Não era, isso é coisa pra quem tem grana, tem selo que custa 40 mil doláres, ninguém escreve carta neste país, uma coleção somente de carta social não podia ser coisa séria.

– Minha vó tem um pote cheio de moedas antigas.

E a resposta foi:

– Tire as mãos das minhas moedas  infeliz das costas oca. Vai guardar as suas seu pão duro.

A velha era um charme, mas não ia ceder nem com reza braba. O jeito seria começar a coleção do zero, iria começar pedindo pela internet mas lembrou que não tinha amigos nas redes sociais. Talvez o pessoal da igreja, mas odiava todo mundo de lá, exceto Jesus. Quem sabe o único amigo de verdade, o Tico.

– Me paga aqueles 300 reais que tu me deve, que te dou 5 reais em moeda pra essa tua coleção. Vá se lascar!

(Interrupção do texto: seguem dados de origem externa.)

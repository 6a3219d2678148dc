import { describe, expect, it } from "vitest";
import type { ChartSpec } from "../../lib/report/charts/chartSpec";
import { renderChartSvg, chartLayout, axisScale } from "../../lib/report/charts/renderChartSvg";
import { vSlopeChart } from "../../lib/report/charts/vSlopeChart";
import { timeCourseChart } from "../../lib/report/charts/timeCourseChart";
import { ventilatoryEquivalentsChart } from "../../lib/report/charts/ventilatoryEquivalentsChart";
import { endTidalChart } from "../../lib/report/charts/endTidalChart";
import { veVsVco2Chart } from "../../lib/report/charts/veVsVco2Chart";
import { lactateChart } from "../../lib/report/charts/lactateChart";
import { thinPoints } from "../../lib/report/charts/thinPoints";

/**
 * Minimal XML well-formedness check (tags balanced and properly nested, attributes quoted, no raw
 * "<" or bare "&" in text or attribute values). Enough for the renderer's flat output.
 */
function checkWellFormed(xml: string): void {
  const stack: string[] = [];
  const tag = /<(\/?)([a-zA-Z][\w:-]*)((?:\s+[\w:-]+="[^"<]*")*)\s*(\/?)>/y;
  let i = 0;
  while (i < xml.length) {
    const lt = xml.indexOf("<", i);
    const text = xml.slice(i, lt === -1 ? xml.length : lt);
    if (/&(?!(amp|lt|gt|quot|apos|#\d+);)/.test(text)) throw new Error(`bare & in text: ${text}`);
    if (lt === -1) break;
    tag.lastIndex = lt;
    const m = tag.exec(xml);
    if (!m) throw new Error(`malformed tag at ${lt}: ${xml.slice(lt, lt + 80)}`);
    if (/&(?!(amp|lt|gt|quot|apos|#\d+);)/.test(m[3])) throw new Error(`bare & in attribute: ${m[0]}`);
    if (m[1]) {
      if (stack.pop() !== m[2]) throw new Error(`unbalanced </${m[2]}>`);
    } else if (!m[4]) stack.push(m[2]);
    i = tag.lastIndex;
  }
  if (stack.length) throw new Error(`unclosed: ${stack.join(",")}`);
}

/** Elements of a name with their attributes, parsed from the SVG string. */
function elements(svg: string, name: string): Record<string, string>[] {
  const out: Record<string, string>[] = [];
  for (const m of svg.matchAll(new RegExp(`<${name}\\s([^>]*?)/?>`, "g"))) {
    const attrs: Record<string, string> = {};
    for (const a of m[1].matchAll(/([\w:-]+)="([^"]*)"/g)) attrs[a[1]] = a[2];
    out.push(attrs);
  }
  return out;
}

const base: ChartSpec = Object.freeze({
  id: "known",
  title: 'Known <points> & "quotes"',
  x: { label: "X", unit: "u", min: 0, max: 100 },
  y: { label: "Y", unit: "v", min: 0, max: 50 },
  series: [
    {
      name: "A",
      kind: "points",
      points: [
        [0, 0],
        [50, 25],
        [100, 50],
      ],
    },
  ],
  markers: [{ x: 25, label: "VT1", kind: "vt1" }],
}) as ChartSpec;

describe("renderChartSvg", () => {
  it("maps known points to pixel coordinates computed by hand", () => {
    // Hand layout for 640 × 360, one legend row, no right axis:
    // left = 58, right = 640 - 18 = 622; top = 24 (title) + 16 (legend) + 10 = 50; bottom = 360 - 42 = 318.
    expect(chartLayout(base, 640, 360)).toMatchObject({ left: 58, right: 622, top: 50, bottom: 318 });
    const svg = renderChartSvg(base, { width: 640, height: 360 });
    // x: 58 + (v / 100) · 564;  y: 318 - (v / 50) · 268
    // (0,0) → (58, 318); (50,25) → (58 + 282, 318 - 134) = (340, 184); (100,50) → (622, 50).
    const dots = elements(svg, "circle").filter((c) => c.r === "2.2");
    expect(dots.map((c) => [Number(c.cx), Number(c.cy)])).toEqual([
      [58, 318],
      [340, 184],
      [622, 50],
    ]);
  });

  it("places a marker at the right x with its label", () => {
    const svg = renderChartSvg(base, { width: 640, height: 360 });
    // x = 25 → 58 + 0.25 · 564 = 199; the line spans the plot from top 50 to bottom 318.
    const vt1 = elements(svg, "line").find((l) => l["stroke-dasharray"] === "6 3");
    expect(vt1).toMatchObject({ x1: "199", x2: "199", y1: "50", y2: "318" });
    expect(svg).toMatch(/<text x="202" [^>]*>VT1<\/text>/);
  });

  it("is well-formed XML with inline presentation attributes only, escaped text and no classes", () => {
    const svg = renderChartSvg(base);
    checkWellFormed(svg);
    expect(svg.startsWith('<svg xmlns="http://www.w3.org/2000/svg" width="640" height="360" viewBox="0 0 640 360">')).toBe(true);
    expect(svg).not.toMatch(/class=|style=|<style/);
    expect(svg).toContain("Known &lt;points&gt; &amp; &quot;quotes&quot;");
    // Only the element kinds SVG-to-PDFKit draws reliably.
    const names = new Set([...svg.matchAll(/<([a-z]+)[\s>]/g)].map((m) => m[1]));
    for (const n of names) expect(["svg", "rect", "line", "path", "circle", "text"]).toContain(n);
  });

  it("draws band labels on a plate, not with a stroked halo the PDF renderer paints over the letters", () => {
    const svg = renderChartSvg({
      ...base,
      bands: [{ from: 10, to: 40, label: "exercise (invented)" }],
    });
    // SVG-to-PDFKit ignores paint-order: a white stroke under "paint-order: stroke" covered the text in the PDF
    expect(svg).not.toMatch(/paint-order/);
    const tag = /<text ([^>]*)>exercise \(invented\)<\/text>/.exec(svg)![1];
    const label = Object.fromEntries([...tag.matchAll(/([\w:-]+)="([^"]*)"/g)].map((a) => [a[1], a[2]]));
    expect(label.stroke).toBeUndefined();
    const plates = elements(svg, "rect").filter((r) => r.fill === "#ffffff" && r["fill-opacity"] === "0.85");
    expect(plates).toHaveLength(1);
    // the plate is centred on the label and wider than it (0.55 em per character at 8 px, plus 4 px)
    expect(Number(plates[0].x) + Number(plates[0].width) / 2).toBeCloseTo(Number(label.x), 1);
    expect(Number(plates[0].width)).toBeCloseTo("exercise (invented)".length * 8 * 0.55 + 4, 1);
  });

  it("draws data set aside by review as its own darker band, labelled at the top, over the phase bands", () => {
    const svg = renderChartSvg({
      ...base,
      bands: [
        { from: 10, to: 80, label: "exercise (invented)" },
        { from: 30, to: 40, label: "set aside", kind: "set-aside" },
      ],
    });
    const rects = elements(svg, "rect");
    const phase = rects.find((r) => r.fill === "#f2eee3")!;
    const aside = rects.find((r) => r.fill === "#ddd3c4")!;
    expect(phase).toBeDefined();
    expect(aside).toBeDefined();
    // drawn after the phase band (on top of it), and a tenth of the x range wide against the phase's 70 %
    expect(svg.indexOf('fill="#ddd3c4"')).toBeGreaterThan(svg.indexOf('fill="#f2eee3"'));
    expect(Number(aside.width) / Number(phase.width)).toBeCloseTo(10 / 70, 2);
    // its label sits near the top of the plot, the phase label near the foot
    const y = (label: string) => Number(new RegExp(`<text [^>]*y="([\\d.]+)"[^>]*>${label}</text>`).exec(svg)![1]);
    expect(y("set aside")).toBeLessThan(y("exercise \\(invented\\)"));
  });

  it("clips a reference line to the plot: identity on x 0-100, y 0-50 runs (0,0)→(50,50)", () => {
    const spec: ChartSpec = { ...base, refLines: [{ slope: 1, intercept: 0, label: "identity" }] };
    // Legend: "A" (49.5 px) and "identity" (88 px) fit one row, so the layout is unchanged.
    const svg = renderChartSvg(spec, { width: 640, height: 360 });
    // (0,0) → (58,318); (50,50) → (58 + 282, 50) = (340, 50)
    const ref = elements(svg, "line").find((l) => l["stroke-dasharray"] === "3 3" && l.x1 === "58");
    expect(ref).toMatchObject({ x1: "58", y1: "318", x2: "340", y2: "50" });
    expect(svg).toContain(">identity</text>");
  });

  it("draws a right-axis series against its own scale", () => {
    const spec: ChartSpec = {
      ...base,
      y2: { label: "Z", unit: "w", min: 100, max: 200 },
      series: [
        ...base.series,
        {
          name: "B",
          kind: "line",
          axis: "y2",
          points: [
            [0, 100],
            [100, 200],
          ],
        },
      ],
    };
    // right = 640 - 58 = 582; legend "A" + "B (right axis)" on one row → top 50, bottom 318.
    // (0,100) → (58, 318); (100,200) → (582, 50).
    const svg = renderChartSvg(spec, { width: 640, height: 360 });
    expect(svg).toContain('<path d="M58,318L582,50"');
    expect(svg).toContain("B (right axis)");
  });

  it("rounds a free axis outwards to nice values and says when points were thinned", () => {
    const scale = axisScale({ label: "x", unit: "" }, [3, 97], [0, 100]);
    expect(scale.domain()).toEqual([0, 100]);
    const flat = axisScale({ label: "x", unit: "" }, [5, 5], [0, 100]);
    expect(flat.domain()[0]).toBeLessThan(5);
    expect(flat.domain()[1]).toBeGreaterThan(5);
    const many: [number, number][] = Array.from({ length: 1000 }, (_, i) => [i / 10, (i % 50) / 2]);
    const svg = renderChartSvg(
      { ...base, series: [{ name: "dense", kind: "points", points: many }] },
      { maxPointsPerSeries: 100 },
    );
    expect(elements(svg, "circle").filter((c) => c.r === "2.2")).toHaveLength(100);
    expect(svg).toContain("points thinned to at most 100 per series");
  });

  it("draws an empty chart with a plain message instead of failing", () => {
    const svg = renderChartSvg({ ...base, x: { label: "X", unit: "" }, y: { label: "Y", unit: "" }, series: [], markers: [] });
    checkWellFormed(svg);
    expect(svg).toContain("No data to plot");
  });
});

describe("thinPoints", () => {
  it("keeps first and last and evenly spaced indices", () => {
    const pts = Object.freeze([0, 1, 2, 3, 4, 5, 6, 7, 8, 9, 10]);
    // step = 10 / 4 = 2.5 → indices 0, 2.5→3 (round half up), 5, 7.5→8, 10
    expect(thinPoints(pts, 5)).toEqual([0, 3, 5, 8, 10]);
    expect(thinPoints(pts, 20)).toEqual([...pts]);
  });
});

describe("standard chart builders", () => {
  const timeS = [0, 60, 120, 180];
  it("V-slope: VCO2 vs VO2 with identity line and VT1 at its VO2", () => {
    const spec = vSlopeChart({ vo2MlMin: [500, 1000, null, 2000], vco2MlMin: [450, 950, 1500, 2200], vt1Vo2MlMin: 1200 });
    expect(spec.series[0].points).toEqual([
      [500, 450],
      [1000, 950],
      [2000, 2200],
    ]);
    expect(spec.markers).toEqual([{ x: 1200, label: "VT1", kind: "vt1" }]);
    expect(spec.refLines).toEqual([{ slope: 1, intercept: 0, label: "slope 1 (VCO2 = VO2)" }]);
  });
  // invented lines: VCO2 = 0.95·VO2 − 20 below, 1.35·VO2 − 600 above; they cross at VO2 = 580 / 0.40 = 1450 mL/min
  const fit = { s1: 0.95, intercept1: -20, s2: 1.35, intercept2: -600, fromVo2MlMin: 600, crossVo2MlMin: 1450, toVo2MlMin: 2400 };
  it("V-slope: the method's two lines meet at their crossing and run over its VO2 range", () => {
    const spec = vSlopeChart({ vo2MlMin: [600, 2400], vco2MlMin: [550, 2640], vt1Vo2MlMin: 1500, fit });
    const lines = spec.series[1];
    expect(lines.kind).toBe("line");
    expect(lines.name).toBe("V-slope lines (S1 0.95, S2 1.35)");
    expect(lines.points[0]).toEqual([600, 550]);
    expect(lines.points[1][0]).toBe(1450);
    expect(lines.points[1][1]).toBeCloseTo(1357.5, 9);
    expect(1.35 * 1450 - 600).toBeCloseTo(1357.5, 9);
    expect(lines.points[2]).toEqual([2400, 2640]);
    checkWellFormed(renderChartSvg(spec));
    expect(vSlopeChart({ vo2MlMin: [], vco2MlMin: [], fit: null }).series).toHaveLength(1);
  });
  it("V-slope after a reviewer's VT1: the marker reads 'VT1 (reviewer)', the lines are named as the automatic fit", () => {
    // the same invented lines (crossing at 1450 mL/min); the reviewer put VT1 at 1200 mL/min
    const spec = vSlopeChart({ vo2MlMin: [600, 2400], vco2MlMin: [550, 2640], vt1Vo2MlMin: 1200, fit, vt1SetByReviewer: true });
    expect(spec.markers).toEqual([{ x: 1200, label: "VT1 (reviewer)", kind: "vt1" }]);
    expect(spec.series[1].name).toBe("automatic V-slope fit (S1 0.95, S2 1.35; lines cross at 1450 mL/min)");
    expect(spec.note).toBe("VT1 set by the reviewer; the lines are the automatic fit it replaces");
    const svg = renderChartSvg(spec);
    checkWellFormed(svg);
    // the page and the PDF draw the same SVG: both words reach it
    expect(svg).toContain(">VT1 (reviewer)</text>");
    expect(svg).toContain("automatic V-slope fit");
    // the time-based charts label the reviewer's marker the same way
    const tc = timeCourseChart({
      timeS: [0, 600],
      vo2MlMin: [300, 2000],
      vt1TimeS: 300,
      vt2TimeS: 480,
      setByReviewer: { vt1: true },
    });
    expect(tc.markers.map((m) => m.label)).toEqual(["VT1 (reviewer)", "VT2"]);
  });
  it("time-based charts draw time in minutes (s / 60) and place VT markers in minutes", () => {
    const ve = ventilatoryEquivalentsChart({
      timeS,
      veVo2: [30, 28, 27, 32],
      veVco2: [34, 32, 31, 33],
      vt1TimeS: 120,
      vt2TimeS: 180,
    });
    expect(ve.series[0].points[1]).toEqual([1, 28]);
    expect(ve.markers.map((m) => [m.kind, m.x])).toEqual([
      ["vt1", 2],
      ["vt2", 3],
    ]);
    const et = endTidalChart({ timeS, peto2MmHg: [100, 98, 99, 105], petco2MmHg: [38, 40, 41, 38] });
    expect(et.series[1]).toMatchObject({ name: "PETCO2", axis: "y2" });
    const tc = timeCourseChart({ timeS, vo2MlMin: [300, 800, 1200, 1600], hrBpm: [70, 90, 110, 130], workW: [0, 25, 50, 75] });
    expect(tc.series.map((s) => s.name)).toEqual(["VO2", "Heart rate", "Work rate"]);
    // HR and work go on the right axis, from 0, against time in minutes (0, 60, 120, 180 s → 0, 1, 2, 3 min)
    expect(tc.y2).toEqual({ label: "Heart rate and work rate", unit: "bpm, W", min: 0 });
    expect(tc.series[1]).toMatchObject({
      axis: "y2",
      points: [
        [0, 70],
        [1, 90],
        [2, 110],
        [3, 130],
      ],
    });
    // the drawn SVG carries the right-axis title (label and unit) and marks both series as right-axis in the legend
    const svg = renderChartSvg(tc);
    checkWellFormed(svg);
    expect(svg).toMatch(/transform="rotate\(90 [^"]*"[^>]*>Heart rate and work rate \(bpm, W\)<\/text>/);
    expect(svg).toContain(">Heart rate (right axis)</text>");
    expect(svg).toContain(">Work rate (right axis)</text>");
    // an axis names only what is drawn on it: this input has no VCO2
    expect(tc.y).toEqual({ label: "VO2", unit: "mL/min" });
    const both = timeCourseChart({
      timeS,
      vo2MlMin: [300, 800, 1200, 1600],
      vco2MlMin: [250, 700, 1150, 1700],
      hrBpm: [70, 90, 110, 130],
    });
    expect(both.y.label).toBe("VO2 and VCO2");
    expect(both.y2).toEqual({ label: "Heart rate", unit: "bpm", min: 0 });
    const noRight = timeCourseChart({ timeS, vo2MlMin: [300, 800, 1200, 1600] });
    expect(noRight.y2).toBeUndefined();
    expect(renderChartSvg(noRight)).not.toContain("right axis");
  });
  it("VE vs VCO2 draws VCO2 in L/min so the fitted slope applies directly", () => {
    const spec = veVsVco2Chart({ vco2MlMin: [1000, 2000], veLMin: [30, 58], fit: { slope: 28, interceptLMin: 2 } });
    expect(spec.series[0].points).toEqual([
      [1, 30],
      [2, 58],
    ]);
    expect(spec.refLines?.[0]).toMatchObject({ slope: 28, intercept: 2 });
  });
  it("lactate chart sorts samples by work rate and marks thresholds", () => {
    const spec = lactateChart({
      workW: [150, 50, 100],
      lactateMmolL: [4.1, 1.0, 1.8],
      thresholds: [{ workW: 120, label: "LT" }],
    });
    expect(spec.series[0].points).toEqual([
      [50, 1.0],
      [100, 1.8],
      [150, 4.1],
    ]);
    expect(spec.markers).toEqual([{ x: 120, label: "LT", kind: "other" }]);
    for (const s of [spec, vSlopeChart({ vo2MlMin: [], vco2MlMin: [] })]) checkWellFormed(renderChartSvg(s));
  });
});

Não ia rolar, o jeito seria pensar em outra coleção ou continuar a que sempre teve em segredos, a coleção de inimizades.

 

Estamos em crise… de identidade

Thiago_maroca

Parece clichê falar de algo que já foi discutido em festa de aniversário, ponto de ônibus e mesa de bar. Este é um assunto de inesgotáveis interpretações, tanto se ouve falar da crise de identidade que de repente você já tá falando sobre isso de novo.

Um dia você acorda e percebe que não é o carrossel que você deseja brincar, aí olha o do vizinho e acha o máximo, se a vida fosse um parque de diversões nos estaríamos neste momento presos eternamente ao bate bate.

Parece complicado mas, começa assim: Você tá feliz e contente, saltitando pela vida e de repente alguém lhe pergunta algo que você nunca pensou a respeito.

– Você é racista?

– Você  acredita em Deus?

– O que você acha dos gays? E das putas?

– Você sabe o mal que a maconha causa?

– Quem torce pro Flamengo é tudo viado, diga aí?

– Menor é tudo marginal, se sabe usar droga, também sabe matar. Concorda?

– Sabia que ela tem AIDS?

– Seus pais são casados?No civil e no religioso?

– Ele é adotado, sabia?

– Nordestino é tudo ignorante, né não?

 

Eu poderia ter duas páginas com esse tipo de questionamento, o maior problema é achar que precisamos ter opinião sobre tudo. Desta forma, sempre iniciar uma discussão com intuito apenas de ter a razão.

Entenda, a crise financeira é permanente, mas a crise de identidade pode ter fim, basta aceitar que não sabe de tudo e nem precisa ter opinião pra qualquer assunto.

Nossa sociedade está sendo reformulada, e isso é bom e ruim.

Para uma convivência pacífica, aceite, respeite e inspire. O resto, releve.